#### Activity
If a line comes after the one containing "const limit = 1 << 30", leave it out; copy every line before it, and that line too, exactly as written, starting from the first line of the entries.
START Supplied data
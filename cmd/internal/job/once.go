package job

import (
	"context"
	"fmt"
	"io"
	"os"
	"path/filepath"
)

// bytes reads what can be read only once, stdin or a named pipe; for a file it
// returns nil.
func (im *importer) bytes(ctx context.Context, name string) ([]byte, string, error) {
	var src io.Reader
	display := filepath.Base(name)
	if name == "-" {
		if im.rq.Stdin == nil {
			return nil, stdinName, Usage("", "stdin can be read only once")
		}
		src, display = im.rq.Stdin, stdinName
	} else if st, err := os.Stat(name); err == nil && st.Mode()&os.ModeNamedPipe != 0 {
		src = &pipe{name: name}
	} else {
		return nil, display, nil
	}
	const limit = 1 << 30
	b, err := readAll(ctx, io.LimitReader(src, limit+1))
	if err != nil {
		return nil, display, fmt.Errorf("%s: %w", display, err)
	}
	if len(b) > limit {
		return nil, display, failed("split it", "%s: more than 1 GiB", display)
	}
	if b == nil {
		b = []byte{}
	}
	return b, display, nil
}

// pipe opens a named pipe at its first read: opening waits for a writer.
type pipe struct {
	name string
	f    *os.File
}

func (p *pipe) Read(b []byte) (int, error) {
	if p.f == nil {
		f, err := os.Open(p.name)
		if err != nil {
			return 0, err
		}
		p.f = f
	}
	n, err := p.f.Read(b)
	if err != nil {
		p.f.Close()
	}
	return n, err
}

// readAll is io.ReadAll that gives up when the job is interrupted: nobody can
// wake a read of a terminal or a pipe.
func readAll(ctx context.Context, r io.Reader) ([]byte, error) {
	type outcome struct {
		b   []byte
		err error
	}
	done := make(chan outcome, 1)
	go func() {
		b, err := io.ReadAll(r)
		done <- outcome{b, err}
	}()
	select {
	case <-ctx.Done():
		return nil, ctx.Err()
	case o := <-done:
		return o.b, o.err
	}
}
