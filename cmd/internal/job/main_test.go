package job

import (
	"os"
	"testing"

	"gatesill/acquire/keeper"
	"gatesill/acquire/rehearsal"
)

// TestMain lets the test binary be what the program starts of itself: what it is
// started as stands in its first argument, as with the program.
func TestMain(m *testing.M) {
	if len(os.Args) > 1 {
		switch os.Args[1] {
		case RehearsalVerb:
			os.Exit(rehearsal.Main(os.Stdin, os.Stdout))
		case KeeperVerb:
			os.Exit(keeper.Main(os.Stdin, os.Stdout))
		}
	}
	os.Exit(m.Run())
}
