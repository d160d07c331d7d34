package job

import (
	"testing"
	"time"

	"github.com/stretchr/testify/require"

	"gatesill/acquire/rehearsal"
)

func TestParseFault(t *testing.T) {
	for text, want := range map[string]Fault{
		"silence:current@3":          {Fault: rehearsal.Fault{Kind: "silence", Role: "current"}, At: 3},
		"unplug:load@3+2.5":          {Fault: rehearsal.Fault{Kind: "unplug", Role: "load", For: 2.5}, At: 3},
		"swapped:gate,current@start": {Fault: rehearsal.Fault{Kind: "swapped", Role: "gate", With: "current"}, Start: true},
		"refused:supply-gate":        {Fault: rehearsal.Fault{Kind: "refused", Role: "supply-gate"}},
		"stuck:gate+1":               {Fault: rehearsal.Fault{Kind: "stuck", Role: "gate", For: 1}},
	} {
		f, err := ParseFault(text)
		require.NoError(t, err, text)
		require.Equal(t, want, f, text)
	}
	for _, text := range []string{"", "silence", "silence:", ":gate", "clear:gate", "silence:gate,load", "swapped:gate", "swapped:gate,gate", "swapped:gate,",
		"silence:gate@", "silence:gate@-1", "silence:gate@NaN", "silence:gate@1e9", "silence:gate+0", "silence:gate+", "silence:gate+1@2"} {
		_, err := ParseFault(text)
		var f *Failure
		require.ErrorAs(t, err, &f, text)
		require.Equal(t, ExitUsage, f.Code, text)
	}
}

func FuzzParseFault(f *testing.F) {
	f.Add("unplug:load@3+2")
	f.Add("swapped:gate,current@start")
	f.Fuzz(func(t *testing.T, text string) {
		p, err := ParseFault(text)
		if err == nil && (p.Role == "" || !(p.At >= 0) || !(p.For >= 0) || (p.With != "") != (p.Kind == rehearsal.Swapped)) {
			t.Errorf("%q: %+v", text, p)
		}
	})
}

func TestFaultsComeInTheirTime(t *testing.T) {
	p := faultPlan{left: []Fault{{At: 3}, {Start: true}, {At: 0}}}
	now := time.Now()
	require.Equal(t, []Fault{{Start: true}}, p.due(now))
	require.Empty(t, p.due(now.Add(time.Hour)), "no sweep has begun")
	p.begin(now)
	p.begin(now.Add(time.Hour)) // of a second sweep: the first counts
	require.Equal(t, []Fault{{At: 0}}, p.due(now))
	require.Empty(t, p.due(now.Add(2900*time.Millisecond)))
	require.Equal(t, []Fault{{At: 3}}, p.due(now.Add(3*time.Second)))
	require.Empty(t, p.left)
}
END Supplied data
#### Response to the exercise
filename cmd/internal/job/once.go
package job

import (
	"context"
	"fmt"
	"io"
	"os"
	"path/filepath"
)

// bytes reads what can be read only once, stdin or a named pipe; for a file it
// returns nil.
func (im *importer) bytes(ctx context.Context, name string) ([]byte, string, error) {
	var src io.Reader
	display := filepath.Base(name)
	if name == "-" {
		if im.rq.Stdin == nil {
			return nil, stdinName, Usage("", "stdin can be read only once")
		}
		src, display = im.rq.Stdin, stdinName
	} else if st, err := os.Stat(name); err == nil && st.Mode()&os.ModeNamedPipe != 0 {
		src = &pipe{name: name}
	} else {
		return nil, display, nil
	}
	const limit = 1 << 30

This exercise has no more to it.